HALIFAX -- The COVID-19 pandemic has highlighted the need for a national strategy on grief, advocates say.

"Our fear is that this pandemic is going to turn into this kind of pandemic of grief,” said Paul Adams, spokesperson for the Canadian Grief Alliance.

“If we aren't there to support people in these difficult times then we are going to have a huge burden of mental illness.”

The Canadian Grief Alliance says there is no current national strategy for dealing with grief in the country and it is looking for the federal government to invest $110 million into research and programming.

“None of it would be for bricks and mortar,” said Adams. ”It would all be for programing, things like, for example, giving free bereavement counselling that doesn't exist for most people, creating in this lockdown period, online support groups. A big area of concern for us are health-care workers."

With restrictions in place due to COVID-19, Adams says this is an unprecedented situation because everyone is cut off from their loved ones.

"You have people who are separated from the loved one who’s dying, who can't be at the death bed, who can't even see whether they've been getting the care that one would hope, that they're not even able to have a normal funeral or commemoration. They're not able to have family fill up the house and make you lasagna, all those things we associate with that period of grief,” said Adams.

"Remember, this doesn’t just affect the loved ones of people who have died of COVID. People who died of cancer or heart disease or car accidents, their families are also separated from each other."

Adams believes there was already an existing need for a grief strategy, but it was ramped up because of the pandemic. He says mental health programs which currently exist don't cover grief.

"When grief is complicated, that grief can turn into serious, long-term mental health and even physical health issues. So, it may turn into depression, it may turn into anxiety, it may turn into suicidal thoughts or PTSD and these are things that grief can turn into if you don't get support at the time and if the normal process is complicated,” he said.

"Grief is really our biggest elephant in the room and definitely really noticeable right now in this province,” said Serena Lewis, a bereavement, grief and wellness co-ordinator in Nova Scotia -- a province that is reeling from multiple tragedies.

In less than two months, 55 people have passed away from COVID-19 in Nova Scotia -- the majority at one-long term care home -- and 22 people were senselessly killed in Canada’s worst mass shooting. Six members of the Canadian Armed Forces lost their lives in a helicopter crash overseas and the active search for a missing three-year-old boy recently ended, after there was no sign of the toddler.
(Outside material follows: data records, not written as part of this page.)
# Streams of lines -----------------------------------------------------------------------------------

BULK = "/v1/bulk/signals"
LINES = (examples_directory() / "bulk-signals.request.ndjson").read_bytes()
AS_LINES = {"Content-Type": "application/x-ndjson", "X-Request-ID": "lines"}


def test_lines_are_answered(port: int, server: Replica) -> None:
    through = call(port, "POST", BULK, LINES, AS_LINES)
    assert through.status == 200
    assert through.body == call(server.port, "POST", BULK, LINES, AS_LINES).body
    assert json.loads(through.body.splitlines()[-1])["done"]


def test_a_stream_may_be_longer_than_a_body(port: int) -> None:
    blank = b" " * 999 + b"\n"
    longer = call(port, "POST", BULK, LINES + blank * (TOO_LARGE // 1000 + 1), AS_LINES)
    assert longer.body.splitlines()[:-1] == call(port, "POST", BULK, LINES, AS_LINES).body.splitlines()[:-1]
    limit = Settings().max_stream_bytes
    head = f"POST {BULK} HTTP/1.1\r\nHost: here\r\nContent-Length: {limit + 1}\r\n\r\n"
    is_problem(raw(port, head.encode()), 413, "content-too-large")


def test_the_first_answers_leave_before_the_last_lines_come(port: int) -> None:
    """Held back are the first 8 MiB of answers: here they are more."""
    refused = b'{"x":1}\n' * 1000
    with socket.create_connection(("127.0.0.1", port), timeout=PATIENCE_SECONDS) as client:
        head = b"POST /v1/bulk HTTP/1.1\r\nHost: here\r\nContent-Type: application/x-ndjson\r\n"
        client.sendall(head + b"Transfer-Encoding: chunked\r\n\r\n")
        for _ in range(200):
            client.settimeout(PATIENCE_SECONDS)
            client.sendall(b"%x\r\n" % len(refused) + refused + b"\r\n")
            client.settimeout(0.05)
            try:
                assert client.recv(1000).startswith(b"HTTP/1.1 200 ")
            except TimeoutError:
                continue
            return
    pytest.fail("No answer came while lines were sent.")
Lewis says the pandemic has made many people aware of the lack of resources available for dealing with grief.

"I've spent my entire career, over the last 20 years working for corrections, I've worked alongside First Nations communities, I've worked with schools, I've worked in hospice palliative care, seniors in long-term care and there's never been consistency in access to grief support,” she said.

Lewis says the Canadian Grief Alliance is working to create public awareness around the topic.

"Grief is not a mental illness and I think it gets lumped into that,” she said.

“I think we have got to pull that apart and look at, what is grieving? Who grieves? And who is not even getting access to resources at all? I mean, if you really look at what we have and if you look at what's happened with our tragedy that's occurred, with COVID, we scrambled to pull teams together."

Lewis says, although people have been grieving forever, there continue to be gaps in services.

"This alliance is a really important piece of pulling this together and highlighting the need that grief needs to be put on our radar. It's probably one of our biggest social justice issues right now."

Lewis believes Canada is overdue for a national strategy.

"The pandemic has definitely heightened the need that people are seeing right now,” she said. “All of the traditional ways that we had, gatherings and rituals and meetings, those are not being held, or being held in different ways. So, we're trying to be creative, but it's sporadic. But my question is, where did you go to a consistent group before the pandemic?” she said.

"This is not a mental illness, again, I keep reiterating that to people but it is something that requires skills, it requires consistency, it requires education and the strategy I think is going to be that great opportunity that we can collectively start to make it consistent, but actually look at who are we missing in our grieving resources that we have currently."